The task force’s final report is scheduled to be released early in the new year, with recommendations on the process of advancing tidal energy projects, said Ms. Lyons.

So far, attempts to harness energy from what’s touted as the highest tides in the world – rising and falling the equivalent of a four-storey building – have all been a bust.

In 2009, an Irish company, partnering with Nova Scotia Power, installed the world’s first tidal turbine on the floor of the Minas Passage, only to see the test project blasted into many pieces by strong currents.

Its 1,300-tonne turbine is still stranded on the bottom of the Minas Passage, the narrowest part of the bay. BigMoon Power, one of three tidal developers still vying to harness tidal energy in the Bay of Fundy, purchased the giant turbine and has until the end of 2024 to retrieve it.

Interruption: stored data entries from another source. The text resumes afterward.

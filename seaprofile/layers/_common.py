"""Private helpers shared by the profile-diagnostic modules of :mod:`seaprofile.layers`.

Every public layer function takes ``(sound_speed or another profile variable, depth, ...,
dim="depth")`` and goes through :func:`seaprofile.seawater._apply.columnwise`, the
core-dimension dispatcher: numpy profiles have the vertical axis last (depth 1-D or of
the profiles' shape), xarray and dask profiles are reduced along ``dim`` with
``xr.apply_ufunc(..., dask="parallelized")``.
"""

from __future__ import annotations

import math

import numba
import numpy as np

from .._validate import SeaprofileError, as_float_array


def _valid_1d(depth, sound_speed):
    z = as_float_array("depth", depth)
    c = as_float_array("sound_speed", sound_speed)
    if z.ndim != 1 or c.shape != z.shape:
        raise SeaprofileError(
            f"depth and sound_speed must be 1-D of one length, got {z.shape} and {c.shape}"
        )
    ok = np.isfinite(z) & np.isfinite(c)
    z, c = z[ok], c[ok]
    if z.size and not np.all(np.diff(z) > 0):
        raise SeaprofileError(
            "depth must be strictly increasing (the layer functions take "
            "sound_speed first, then depth)"
        )
    return z, c


def _scalar(x):
    return x.item() if isinstance(x, np.ndarray) and x.ndim == 0 else x


def _columns(name, values, depth, dim):
    """The column arguments ``[(name, values), ("depth", depth)]``.

    ``depth=None`` takes the coordinate ``dim`` of a DataArray; a string is read as the
    name of the vertical dimension (the former ``depth="depth"`` calling form).
    """
    if isinstance(depth, str):
        dim, depth = depth, None
    if depth is None:
        coord = getattr(values, "coords", {})
        if dim not in getattr(values, "dims", ()):
            raise SeaprofileError(
                f"depth is required (m, positive down) unless {name} is a DataArray with "
                f"a {dim!r} dimension (pass dim= the vertical dimension)"
            )
        if dim not in coord:
            raise SeaprofileError(f"{name} has no {dim!r} coordinate: give depth")
        depth = values[dim]
    return [(name, values), ("depth", depth)], dim


def _broadcast_profiles(columns, params):
    """Float64 columns (vertical axis last), parameters and the shape of the profile axes."""
    cols = [np.asarray(c, dtype=np.float64) for c in columns]
    if any(c.ndim == 0 for c in cols):
        raise SeaprofileError("profiles need a vertical axis (depth along the last axis)")
    if len({c.shape[-1] for c in cols}) > 1:
        raise SeaprofileError(
            "the profile arrays and depth must have one length along the "
            f"vertical (last) axis, got {[c.shape for c in cols]}"
        )
    params = [np.asarray(p, dtype=np.float64) for p in params]
    try:
        loop = np.broadcast_shapes(*(c.shape[:-1] for c in cols), *(p.shape for p in params))
    except ValueError:
        raise SeaprofileError(
            "the profile axes of the inputs do not broadcast together: "
            f"{[c.shape for c in cols]} and parameters {[p.shape for p in params]}"
        ) from None
    return cols, params, loop


def _per_profile(func1d, dtypes, columns, params=(), vectorised=False):
    """Numpy layer of a column diagnostic: ``func1d`` on each profile (vertical axis last).

    ``func1d(*columns_1d, *params_0d)`` returns a tuple of ``len(dtypes)`` numbers. A
    single profile (1-D columns) is passed as is, with its parameters, when they are
    scalars or when ``func1d`` is ``vectorised`` over them; otherwise the profiles and
    parameters are broadcast and ``func1d`` runs once per profile (a loop over profiles,
    never over samples).
    """
    cols, params, loop = _broadcast_profiles(columns, params)
    single = all(c.ndim == 1 for c in cols)
    if single and (vectorised or loop == ()):
        return func1d(*cols, *[_scalar(p) for p in params])
    n = cols[0].shape[-1]
    rows = [np.broadcast_to(c, loop + (n,)).reshape(-1, n) for c in cols]
    prm = [np.broadcast_to(p, loop).reshape(-1) for p in params]
    count = rows[0].shape[0]
    outs = [np.empty(count, dtype=d) for d in dtypes]
    for r in range(count):
        res = func1d(*(row[r] for row in rows), *(p[r] for p in prm))
        for o, v in zip(outs, res):
            o[r] = v
    return tuple(_scalar(o.reshape(loop)) for o in outs)


def _profile_rows(columns, params=()):
    """Profiles as kernel rows: ``(rows, params, loop_shape)`` without broadcast copies.

    Each column becomes a C-contiguous float64 array of shape ``(count, n)``, or
    ``(1, n)`` when it is the same for every profile (a 1-D depth); each parameter a
    float64 array of shape ``(count,)`` or ``(1,)``. Kernels read row ``r`` of an array
    with ``count`` rows and row 0 of a one-row array, so a shared depth axis is never
    copied once per profile.
    """
    cols, prm, loop = _broadcast_profiles(columns, params)
    n = cols[0].shape[-1]
    rows = [_kernel_rows(c, loop, (n,)) for c in cols]
    flat = [_kernel_rows(p, loop, ()) for p in prm]
    return rows, flat, loop


def _kernel_rows(a, loop, core):
    if all(k == 1 for k in a.shape[: a.ndim - len(core)]):
        return np.ascontiguousarray(a.reshape((1, *core)))
    if a.shape[: a.ndim - len(core)] != loop:
        a = np.broadcast_to(a, loop + core)
    return np.ascontiguousarray(a.reshape((-1, *core)))


def _raise_unsorted(status):
    if status:
        raise SeaprofileError(
            "depth must be strictly increasing (the layer functions take "
            "sound_speed first, then depth)"
        )


@numba.njit(cache=True, nogil=True, inline="always")
def _valid_row(speed, depth, r, zbuf, cbuf):
    """Valid (finite depth and value) samples of row ``r`` into the buffers.

    Returns their count, or -1 when the valid depths do not strictly increase.
    """
    rc = r if speed.shape[0] > 1 else 0
    rz = r if depth.shape[0] > 1 else 0
    m = 0
    for i in range(speed.shape[1]):
        z = depth[rz, i]
        c = speed[rc, i]
        if math.isfinite(z) and math.isfinite(c):
            if m and not z > zbuf[m - 1]:
                return -1
            zbuf[m] = z
            cbuf[m] = c
            m += 1
    return m
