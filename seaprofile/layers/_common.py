"""Private helpers shared by the profile-diagnostic modules of :mod:`seaprofile.layers`."""

from __future__ import annotations

import numpy as np

from .._validate import SeaprofileError, as_float_array


def _valid_1d(depth, sound_speed):
    z = as_float_array("depth", depth)
    c = as_float_array("sound_speed", sound_speed)
    if z.ndim != 1 or c.shape != z.shape:
        raise SeaprofileError(
            f"depth and sound_speed must be 1-D of one length, got {z.shape} and {c.shape}"
        )
    ok = np.isfinite(z) & np.isfinite(c)
    z, c = z[ok], c[ok]
    if z.size and not np.all(np.diff(z) > 0):
        raise SeaprofileError("depth must be strictly increasing")
    return z, c


def _scalar(x):
    return x.item() if isinstance(x, np.ndarray) and x.ndim == 0 else x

For local fishermen – many of whom support the development of tidal energy – the recovery of the rogue tidal turbine platform isn’t the end of the story. It’s no longer an open hazard and has been properly secured again, but the incident drives home the perilousness of leaving behind equipment in an area with the strongest tides in the world and intense hurricanes, said Mr. Tudor.

“People are happy that it’s not crashed up any more, but it is still in the middle of our harbour,” he said. “And you never know – in November we start to get some weather. When it comes to this time in the season the Bay of Fundy gets quite mean.”